Absence or evasion from appearing without good reason of a person called in a case of a tax offense as a witness,

entails the collection of a fine in the amount of one thousand roubles.

Unlawful refusal of a witness to testify, as well as giving knowingly false testimony

entails the recovery of a fine in the amount of three thousand roubles.

Commentary on Art. 128 Tax Code of the Russian Federation

Part 1 Art. 128 of the Tax Code of the Russian Federation contains responsibility for the failure to appear or evasion from appearing without good reason of a person called in a case of a tax offense as a witness, and entails a fine in the amount of 1 thousand rubles.

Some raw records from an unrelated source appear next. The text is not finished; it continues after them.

import { closeSync, fstatSync, openSync } from 'node:fs'
import type { GridFormat } from '../grid-source'
import { LayerRefused } from '../layer-refused'
import { readExactly } from './bytes'

const hdf5Magic = Buffer.from([0x89, 0x48, 0x44, 0x46, 0x0d, 0x0a, 0x1a, 0x0a])

export interface Signature {
  format: GridFormat
  fileSize: number
  /** Where the HDF5 superblock begins; 0 for the other formats. */
  start: number
}

/** Recognises a file by its first bytes, never by its name. */
export function recognise(path: string, fileName: string): Signature {
  const descriptor = openSync(path, 'r')
  try {
    const fileSize = fstatSync(descriptor).size
    if (fileSize === 0) throw new LayerRefused('empty-file', 'This file is empty.', { fileName })
    const head = readExactly(descriptor, 0, Math.min(fileSize, 512))
    const start = findHdf5(descriptor, fileSize)
    if (start !== null) return { format: 'netcdf4', fileSize, start }
    if (head.subarray(0, 3).toString('latin1') === 'CDF') {
      const version = head[3]
      if (version === 1 || version === 2 || version === 5) return { format: 'netcdf-classic', fileSize, start: 0 }
      throw new LayerRefused(
        'unsupported-encoding',
        'This file begins like a classic NetCDF file, but its version is unknown.',
        { fileName, version },
      )
    }
    if (isTiff(head)) return { format: 'geotiff', fileSize, start: 0 }
    throw new LayerRefused(
      'unknown-format',
      `This is not a NetCDF or GeoTIFF file: it ${beginsWith(head)}.`,
      { fileName, firstBytes: head.subarray(0, 16).toString('hex') },
    )
  } finally {
    closeSync(descriptor)
  }
}

/** The superblock may stand at 0, 512, 1024, 2048 and so on; four doublings cover every user block met in practice. */
function findHdf5(descriptor: number, fileSize: number): number | null {
  for (const start of [0, 512, 1024, 2048, 4096, 8192]) {
    if (start + 8 > fileSize) return null
    if (readExactly(descriptor, start, 8).equals(hdf5Magic)) return start
  }
  return null
}

/** TIFF and BigTIFF, in either byte order. */
function isTiff(head: Buffer): boolean {
  if (head.length < 4) return false
  const order = head.subarray(0, 2).toString('latin1')
  if (order === 'II') return [42, 43].includes(head.readUInt16LE(2))
  return order === 'MM' && [42, 43].includes(head.readUInt16BE(2))
}

function beginsWith(head: Buffer): string {
  const known: [string, string][] = [
    ['\x89PNG', 'is a PNG picture'],
    ['\xff\xd8\xff', 'is a JPEG picture'],
    ['GIF8', 'is a GIF picture'],
    ['PK\x03\x04', 'is a ZIP archive'],
    ['%PDF', 'is a PDF document'],
    ['GRIB', 'is a GRIB file'],
    ['\x0e\x03\x13\x01', 'is an HDF4 file'],
  ]
  const start = head.toString('latin1')
  const match = known.find(([magic]) => start.startsWith(magic))
  if (match) return match[1]
  if (/^\s*(<!doctype html|<html|<head)/i.test(start)) return 'is a web page'
  const printable = head.every((byte) => byte >= 32 || byte === 9 || byte === 10 || byte === 13)
  return printable ? 'begins with text' : 'begins with bytes that belong to no format Offing knows'
}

Part 2 Art. 128 of the Tax Code of the Russian Federation provides for liability for the unlawful refusal of a witness to testify, as well as for giving knowingly false testimony, and entails a fine of 3 thousand rubles.

It should be noted here that the testimony of a witness, for which the witness is held liable, must be recorded in the record of the interrogation of the witness in the prescribed form.

The object of the analyzed act is the relationship associated with the implementation tax control and, in particular, those arising from tax audit and proceedings in the case of a tax offense. At the same time, the perpetrator violates such provisions of the Tax Code of the Russian Federation as Art. Art. 23, 31, 90. The direct object is the relationship connected with the fact that the witness involved in the case does not perform or improperly performs the duties assigned to him by law. The danger of this offense lies in the fact that it can nullify the results of a tax audit, give rise to unreasonable doubts about their reliability, and complicate the activities of tax authorities in the implementation of control functions.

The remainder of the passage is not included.